- [PROBLEM DESCRIPTION]:
For the entries below, the expected answer is the line with "the pull-back theorem).", the line with "if (degree <", and every line between them, exactly as written, and nothing more.

※ ※ ※

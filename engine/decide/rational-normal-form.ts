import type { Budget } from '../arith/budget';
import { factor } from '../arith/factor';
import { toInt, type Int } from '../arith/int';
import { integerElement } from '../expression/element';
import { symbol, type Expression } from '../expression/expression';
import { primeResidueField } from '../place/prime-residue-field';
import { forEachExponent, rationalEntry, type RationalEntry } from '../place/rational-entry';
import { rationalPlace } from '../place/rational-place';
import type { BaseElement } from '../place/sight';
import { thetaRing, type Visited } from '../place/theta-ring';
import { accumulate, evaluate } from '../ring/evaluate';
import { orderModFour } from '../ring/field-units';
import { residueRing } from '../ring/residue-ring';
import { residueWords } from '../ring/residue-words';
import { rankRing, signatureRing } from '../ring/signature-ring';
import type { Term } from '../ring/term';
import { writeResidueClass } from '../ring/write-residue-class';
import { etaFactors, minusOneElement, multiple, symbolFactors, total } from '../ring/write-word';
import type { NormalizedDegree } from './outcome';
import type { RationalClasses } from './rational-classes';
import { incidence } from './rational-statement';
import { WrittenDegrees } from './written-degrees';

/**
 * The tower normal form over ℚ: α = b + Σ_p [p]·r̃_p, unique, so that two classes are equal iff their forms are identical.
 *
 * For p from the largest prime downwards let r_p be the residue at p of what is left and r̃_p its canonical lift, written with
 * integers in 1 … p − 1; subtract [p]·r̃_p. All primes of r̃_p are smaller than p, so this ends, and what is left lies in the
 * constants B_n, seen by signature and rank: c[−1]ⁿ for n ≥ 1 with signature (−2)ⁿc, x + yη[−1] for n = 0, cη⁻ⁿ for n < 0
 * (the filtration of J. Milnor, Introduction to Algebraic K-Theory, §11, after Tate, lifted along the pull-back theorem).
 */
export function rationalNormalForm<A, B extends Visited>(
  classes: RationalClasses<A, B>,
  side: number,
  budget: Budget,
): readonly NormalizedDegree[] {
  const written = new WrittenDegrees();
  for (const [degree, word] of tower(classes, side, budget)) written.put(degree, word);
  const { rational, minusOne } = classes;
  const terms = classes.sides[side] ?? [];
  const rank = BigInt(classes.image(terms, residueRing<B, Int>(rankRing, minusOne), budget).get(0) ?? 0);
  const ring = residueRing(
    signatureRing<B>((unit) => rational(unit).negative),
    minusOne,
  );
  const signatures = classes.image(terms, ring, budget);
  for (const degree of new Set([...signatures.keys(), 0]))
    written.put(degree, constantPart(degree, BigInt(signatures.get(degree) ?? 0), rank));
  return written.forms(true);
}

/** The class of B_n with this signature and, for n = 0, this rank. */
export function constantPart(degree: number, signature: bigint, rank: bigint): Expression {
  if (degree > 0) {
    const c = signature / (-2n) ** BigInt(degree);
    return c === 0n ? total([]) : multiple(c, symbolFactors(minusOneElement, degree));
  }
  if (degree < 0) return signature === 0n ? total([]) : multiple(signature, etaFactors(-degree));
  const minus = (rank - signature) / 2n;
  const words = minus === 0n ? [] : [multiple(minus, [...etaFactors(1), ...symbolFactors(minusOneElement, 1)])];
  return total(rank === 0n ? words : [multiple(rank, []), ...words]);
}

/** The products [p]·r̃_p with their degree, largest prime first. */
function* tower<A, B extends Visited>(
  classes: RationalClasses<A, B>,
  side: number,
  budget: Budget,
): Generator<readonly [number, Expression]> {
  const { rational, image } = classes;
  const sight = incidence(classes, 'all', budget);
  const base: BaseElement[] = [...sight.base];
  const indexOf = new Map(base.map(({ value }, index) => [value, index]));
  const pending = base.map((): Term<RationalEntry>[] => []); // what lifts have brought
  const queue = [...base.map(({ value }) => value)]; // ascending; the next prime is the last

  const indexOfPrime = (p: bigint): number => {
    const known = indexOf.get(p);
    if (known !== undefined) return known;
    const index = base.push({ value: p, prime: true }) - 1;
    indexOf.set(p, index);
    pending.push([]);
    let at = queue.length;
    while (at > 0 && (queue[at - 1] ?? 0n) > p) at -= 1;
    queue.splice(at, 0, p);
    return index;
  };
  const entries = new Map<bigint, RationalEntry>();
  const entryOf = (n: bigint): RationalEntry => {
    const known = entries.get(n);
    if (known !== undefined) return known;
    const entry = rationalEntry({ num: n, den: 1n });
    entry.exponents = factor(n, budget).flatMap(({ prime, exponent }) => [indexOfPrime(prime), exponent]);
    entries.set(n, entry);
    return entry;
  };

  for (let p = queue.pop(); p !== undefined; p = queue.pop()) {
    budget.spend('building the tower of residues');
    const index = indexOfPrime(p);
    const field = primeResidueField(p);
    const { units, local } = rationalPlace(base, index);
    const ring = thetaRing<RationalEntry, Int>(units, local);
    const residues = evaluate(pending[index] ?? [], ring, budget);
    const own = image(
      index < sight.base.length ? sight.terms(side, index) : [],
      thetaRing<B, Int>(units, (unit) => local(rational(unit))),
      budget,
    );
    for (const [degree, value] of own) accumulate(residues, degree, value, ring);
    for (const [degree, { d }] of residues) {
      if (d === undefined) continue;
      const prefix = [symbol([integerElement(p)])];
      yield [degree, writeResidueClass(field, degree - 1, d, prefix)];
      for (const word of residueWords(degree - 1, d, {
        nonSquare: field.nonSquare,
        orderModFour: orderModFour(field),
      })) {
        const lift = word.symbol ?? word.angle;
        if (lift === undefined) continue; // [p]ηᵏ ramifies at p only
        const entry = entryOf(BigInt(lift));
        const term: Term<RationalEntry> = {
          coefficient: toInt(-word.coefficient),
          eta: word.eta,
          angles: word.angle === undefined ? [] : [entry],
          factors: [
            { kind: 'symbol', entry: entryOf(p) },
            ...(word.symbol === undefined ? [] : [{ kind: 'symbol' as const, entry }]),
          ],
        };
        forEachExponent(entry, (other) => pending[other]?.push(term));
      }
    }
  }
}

※ ※ ※

- [EXERCISE RESPONSE]:
 * (the filtration of J. Milnor, Introduction to Algebraic K-Theory, §11, after Tate, lifted along the pull-back theorem).
 */
export function rationalNormalForm<A, B extends Visited>(
  classes: RationalClasses<A, B>,
  side: number,
  budget: Budget,
): readonly NormalizedDegree[] {
  const written = new WrittenDegrees();
  for (const [degree, word] of tower(classes, side, budget)) written.put(degree, word);
  const { rational, minusOne } = classes;
  const terms = classes.sides[side] ?? [];
  const rank = BigInt(classes.image(terms, residueRing<B, Int>(rankRing, minusOne), budget).get(0) ?? 0);
  const ring = residueRing(
    signatureRing<B>((unit) => rational(unit).negative),
    minusOne,
  );
  const signatures = classes.image(terms, ring, budget);
  for (const degree of new Set([...signatures.keys(), 0]))
    written.put(degree, constantPart(degree, BigInt(signatures.get(degree) ?? 0), rank));
  return written.forms(true);
}

/** The class of B_n with this signature and, for n = 0, this rank. */
export function constantPart(degree: number, signature: bigint, rank: bigint): Expression {
  if (degree > 0) {
    const c = signature / (-2n) ** BigInt(degree);
    return c === 0n ? total([]) : multiple(c, symbolFactors(minusOneElement, degree));
  }
  if (degree < 0) return signature === 0n ? total([]) : multiple(signature, etaFactors(-degree));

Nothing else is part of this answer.